WHAT THE EXERCISE ASKS.
Going line by line through the listing below, count each line that includes the word "dtype", and reply with the count only.

ENTRIES SUPPLIED.
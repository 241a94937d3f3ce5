"""Run a compiled Circuit in time: the compiled stepper, or scipy's Radau as reference.

Both start at power-on: every unknown at zero (capacitors discharged) while the
supply's EMF ramps up, and both return a trace read through ``uniform()``.
"""

from __future__ import annotations

import time
from dataclasses import dataclass

import numpy as np

from sim import kernel
from sim.compile import AMPS_PER_VOLT_TOLERANCE, Circuit
from sim.errors import SolverError
from sim.trace import DenseTrace, StepTrace


@dataclass(frozen=True)
class StepOptions:
    """Accuracy and effort settings of the compiled stepper.

    rtol, atol_volts: local error tolerance on the slow (audible) unknowns.
    fast_factor: how much looser the tolerance is on fast unknowns (nets with only
        stray capacitance, which follow the slow ones algebraically).
    max_step_seconds: longest step (keeps the interpolation between steps faithful to
        the audio band); parts can ask for less (a test tone).
    event_seconds: how closely a flip instant is bracketed.
    jump_fraction: a change beyond this fraction of the supply within one step,
        unexplained by the predictor, marks a flip.
    newton_fraction: Newton's method stops when its last update is below this fraction
        of the step tolerance (its convergence is quadratic, so the error left is far
        smaller; 0.3 gave the same pitch as 0.01 with a quarter fewer iterations).
    growth: step growth per recovery step after a flip.
    restart_seconds: first step after a flip; of the order of the regenerative time
        constant (stray capacitance over a gate's transconductance, 2 pF / 2 mS = 1 ns).
    flip_volts, flip_slew_volts_per_second: an accepted step in which a fast net moved by
        more than flip_volts, faster than flip_slew, is the regenerative part of a flip:
        backward Euler steps over it. Until the second step of 10 us or more (at the
        latest 50 us after the flip) the error is measured on the part capacitors' own
        voltages (held to atol) and on the audible unknowns by their share of an audio
        sample, not on the nets' nanosecond transient. The flip's timing was decided
        before, in its slow passage, at full tolerance.
    sample_seconds: the audio sample interval that audible unknowns' errors are weighed
        against after a flip (the WAV's; 48 kHz unless the render asks for another).
    newton_rate_floor: Newton's method may stop after one iteration when its remembered
        contraction rate times the update is within tolerance (the corrector test of
        CVODE); the rate counts as at least this much.
    quadratic_guess: Newton starts from the quadratic extrapolation of the last points.
    chunk_seconds: simulated time per compiled call; between calls, progress and the
        render's reader beside the run get the new points (the steps do not depend on
        it). Each return needs the GIL back: beside a render's imports in another
        thread, 4 s of the oscillator took 0.67 to 0.80 s in 50 ms chunks and 0.39 s in
        250 ms chunks (0.33 s alone; the program's 0.5 ms GIL switch interval).
    Measured on the oscillator scenario (813 flips/s): these four cut Newton iterations
    from 384k to 137k per second of audio at the same pitch (+0.09 cent vs Radau).
    """

    rtol: float = 3e-4
    atol_volts: float = 3e-5
    # Measured on the relaxation-oscillator scenario against Radau at rtol 1e-8: fast
    # factor 1 gives 0.04 cent, 3 gives 0.09 cent, 100 gives 1.5 cent (the flips'
    # slow passage through the fold must be resolved for the pitch to be right).
    fast_factor: float = 1.0
    max_step_seconds: float = 40e-6
    min_step_seconds: float = 1e-15
    event_seconds: float = 20e-9
    jump_fraction: float = 0.1
    growth: float = 3.0
    restart_seconds: float = 1e-9
    max_newton_iterations: int = 10
    newton_fraction: float = 0.3
    sample_seconds: float = 1.0 / 48000
    flip_volts: float = 0.2
    flip_slew_volts_per_second: float = 1e7
    newton_rate_floor: float = 0.05
    quadratic_guess: bool = True
    chunk_seconds: float = 0.25


#: Newton damping: no node voltage moves by more than this fraction of the supply
#: (and at least 1 V) in one iteration.
NEWTON_STEP_FRACTION = 0.25

COUNTER_NAMES = ("steps", "rejected_error", "rejected_newton", "newton_iterations", "events",
                 "event_trials", "lu_fallbacks")

#: Room for accepted points the stepper gets per call: a call that fills it returns, and
#: the next call goes on from there.
POINTS_PER_CHUNK = 1 << 16


@dataclass
class Automation:
    """A parameter moving linearly from value0 at t0 to value1 at t1 (seconds)."""

    ref: str
    param: str
    t0: float
    t1: float
    value0: float
    value1: float


def _automation_table(circuit: Circuit, automation) -> np.ndarray:
    rows = []
    for a in automation or ():
        rows.append((circuit.param_index[(a.ref, a.param)], a.t0, a.t1, a.value0, a.value1))
    return np.array(rows, dtype=np.float64).reshape(-1, 5)


def _unknown_table(circuit: Circuit, opts: StepOptions, audible=()) -> np.ndarray:
    """The stepper's per-unknown table: atol, error weight, voltage?, slow?, audible?"""
    unk = np.zeros((circuit.size, 5))
    unk[:, 0] = np.where(circuit.is_volt, opts.atol_volts, opts.atol_volts * AMPS_PER_VOLT_TOLERANCE)
    unk[:, 1] = np.where(circuit.slow, 1.0, opts.fast_factor)
    unk[:, 2] = circuit.is_volt.astype(float)
    unk[:, 3] = circuit.slow.astype(float)
    for name in audible:
        unk[circuit.index[name], 4] = 1.0
    return unk


def simulate(circuit: Circuit, seconds: float, record: list[str], opts: StepOptions = StepOptions(),
             automation=(), progress=None, audible=(), on_chunk=None) -> StepTrace:
    """Integrate from power-on to ``seconds`` with the compiled stepper.

    record: names of unknowns to keep (nets, ``D1.junction``...). progress: optional
    callable(simulated_seconds) called between chunks. audible: names of unknowns that
    are heard (the listened nets or current): their error stays watched after a flip
    (see StepOptions.flip_volts). Raises SolverError when Newton's
    method fails at the smallest step, naming the time and the nets involved.

    on_chunk: optional callable(times, values, orders) called after each chunk (before
    ``progress``) with its accepted points, (k,), (k, len(record)), (k,), the first call
    starting with the power-on point: one after the other they are the returned trace's
    arrays, so a reader can start on the finished part of the trace while the rest is
    computed. Read-only; the stepping is the same with or without it.
    """
    k = kernel.load()
    n = circuit.size
    hmax = opts.max_step_seconds
    if circuit.max_step_seconds:
        hmax = min(hmax, circuit.max_step_seconds)
    opt = np.zeros(k.O_SIZE)
    opt[k.O_RTOL] = opts.rtol
    opt[k.O_HMAX] = hmax
    opt[k.O_HMIN] = opts.min_step_seconds
    opt[k.O_EVENT_DT] = opts.event_seconds
    opt[k.O_JUMP_V] = opts.jump_fraction * circuit.supply_volts
    opt[k.O_MAX_ITER] = opts.max_newton_iterations
    opt[k.O_GROWTH] = opts.growth
    opt[k.O_H_RESTART] = opts.restart_seconds
    opt[k.O_NEWTON_FRAC] = opts.newton_fraction
    opt[k.O_DV_MAX] = max(1.0, NEWTON_STEP_FRACTION * circuit.supply_volts)
    opt[k.O_SAMPLE_SECONDS] = opts.sample_seconds
    opt[k.O_FLIP_VOLTS] = opts.flip_volts
    opt[k.O_FLIP_SLEW] = opts.flip_slew_volts_per_second
    opt[k.O_RATE_FLOOR] = opts.newton_rate_floor
    opt[k.O_QUAD_GUESS] = float(opts.quadratic_guess)
    st = np.zeros(k.S_SIZE)
    st[k.S_H] = opts.restart_seconds
    st[k.S_H1] = opts.restart_seconds
    st[k.S_MODE] = k.MODE_RECOVER
    st[k.S_HGOAL] = hmax
    st[k.S_HNORMAL] = hmax
    st[k.S_RATE] = 1.0
    x = np.zeros(n)
    x1 = np.zeros(n)
    x2 = np.zeros(n)
    unk = _unknown_table(circuit, opts, audible)
    auto = _automation_table(circuit, automation)
    pf = circuit.pf.copy()
    rec = np.array([circuit.index[name] for name in record], dtype=np.int64)
    cnt = np.zeros(k.K_SIZE, dtype=np.int64)
    # The stepper writes its points straight into the trace's arrays, which grow as
    # needed (sized after the first chunk for the whole run): copying each chunk out and
    # joining the copies at the end wrote the whole trace twice more, into fresh memory
    # whose page faults cost as much as the copies.
    buf = _TraceBuffer(len(rec))
    started = time.perf_counter()
    sent = 0  # points already handed to on_chunk
    t_chunk = 0.0
    while st[k.S_T] < seconds * (1 - 1e-14):
        t_chunk = min(seconds, st[k.S_T] + opts.chunk_seconds)
        opt[k.O_T_END] = t_chunk
        # Only the last chunk's last step is cut to land on the end: cutting steps at
        # every chunk's end would restart the step sequence there, and the flip after
        # it would carry a different error from the others (measured: period-to-period
        # timing noise of the oscillator's flips of 2 to 8 ns rms with the cuts, none
        # without).
        opt[k.O_LAND] = 1.0 if t_chunk >= seconds else 0.0
        while True:
            out_t, out_y, out_o = buf.room(POINTS_PER_CHUNK, st[k.S_T], seconds)
            got, status = k.run(st, x, x1, x2, circuit.mass, pf, circuit.nf, circuit.tab,
                                circuit.df, unk, opt, auto, rec, out_t, out_y, out_o, cnt,
                                circuit.lu_ptr, circuit.lu_idx)
            buf.size += got
            if status == 2:
                worst = circuit.names[int(st[k.S_FAIL_INDEX])]
                raise SolverError(
                    f"the solver could not converge at t = {st[k.S_T] * 1e3:.6f} ms "
                    f"(simulated time); the net that would not settle: {worst}. "
                    "Check for parts that make this net's voltage undefined (two outputs "
                    "fighting, a diode loop with no resistance) or try --quality fine.",
                    seconds=float(st[k.S_T]), nets=(worst,))
            if status == 0:
                break
        if on_chunk is not None:
            # views: the points up to buf.size are never written again, and a buffer
            # that grows leaves them in the old one
            on_chunk(*buf.points(sent, buf.size))
            sent = buf.size
        if progress is not None:
            progress(float(st[k.S_T]))
    counters = dict(zip(COUNTER_NAMES, (int(c) for c in cnt)))
    counters["wall_seconds"] = time.perf_counter() - started
    times, values, orders = buf.points(0, buf.size)
    return StepTrace(names=list(record), times=times, values=values, order=orders,
                     counters=counters)


class _TraceBuffer:
    """The arrays :func:`simulate` records its points into, with room to spare; point 0
    is the power-on point (t = 0, every unknown at 0 V, order 1)."""

    #: Room for this many more points than the run so far predicts (the step count per
    #: simulated second drifts a little as a patch settles).
    MARGIN = 1.05

    def __init__(self, width: int):
        self.t = np.zeros(1 + POINTS_PER_CHUNK)
        self.y = np.zeros((1 + POINTS_PER_CHUNK, width))
        self.o = np.ones(1 + POINTS_PER_CHUNK, dtype=np.int64)
        self.size = 1

    def room(self, points: int, t_now: float, t_end: float):
        """Views for the next ``points`` points; the arrays grow first if short, to what
        the rate so far predicts for the whole run."""
        need = self.size + points
        if need > self.t.shape[0]:
            rate = self.size / t_now if t_now > 0.0 else 0.0
            grown = max(need, int(self.MARGIN * rate * t_end) + points,
                        int(1.5 * self.t.shape[0]))
            for name in ("t", "y", "o"):
                old = getattr(self, name)
                new = np.empty((grown, *old.shape[1:]), dtype=old.dtype)
                new[:self.size] = old[:self.size]
                setattr(self, name, new)
        end = self.size + points
        return self.t[self.size:end], self.y[self.size:end], self.o[self.size:end]

    def points(self, first: int, last: int):
        """(times, values, orders) of points first to last - 1 (views)."""
        return self.t[first:last], self.y[first:last], self.o[first:last]


def simulate_reference(circuit: Circuit, seconds: float, record: list[str], rtol: float = 1e-9,
                       atol_volts: float = 1e-9, automation=()) -> DenseTrace:
    """The same equations through scipy.integrate.solve_ivp (Radau, dense output).

    dx/dt = -M^-1 f(x, t) with the Jacobian -M^-1 G(x, t), from the same compiled
    ``evaluate`` as the stepper. Slow (minutes per simulated second at tight
    tolerances): for cross-checks, not for listening.
    """
    from scipy.integrate import solve_ivp

    k = kernel.load()
    n = circuit.size
    minv = np.linalg.inv(circuit.mass[1:, 1:])
    pf = circuit.pf.copy()
    auto = _automation_table(circuit, automation)
    f = np.zeros(n)
    G = np.zeros((n, n))
    xfull = np.zeros(n)
    calls = {"f": 0, "jac": 0}

    def rhs(t, y):
        calls["f"] += 1
        xfull[1:] = y
        k.apply_automation(pf, auto, t)
        k.evaluate(xfull, t, pf, circuit.nf, circuit.tab, circuit.df, f, G)
        return -minv @ f[1:]

    def jac(t, y):
        calls["jac"] += 1
        xfull[1:] = y
        k.apply_automation(pf, auto, t)
        k.evaluate(xfull, t, pf, circuit.nf, circuit.tab, circuit.df, f, G)
        return -minv @ G[1:, 1:]

    atol = np.where(circuit.is_volt[1:], atol_volts, atol_volts * AMPS_PER_VOLT_TOLERANCE)
    started = time.perf_counter()
    sol = solve_ivp(rhs, (0.0, seconds), np.zeros(n - 1), method="Radau", rtol=rtol, atol=atol,
                    jac=jac, dense_output=True)
    if not sol.success:
        raise SolverError(f"the reference solver failed: {sol.message}")
    rows = [circuit.index[name] - 1 for name in record]
    counters = {"steps": int(sol.t.size - 1), "rhs_calls": sol.nfev, "jacobians": sol.njev,
                "factorisations": sol.nlu, "wall_seconds": time.perf_counter() - started}
    return DenseTrace(names=list(record), sol=sol.sol, rows=rows, t_end=seconds,
                      counters=counters)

EXERCISE RESULT.
5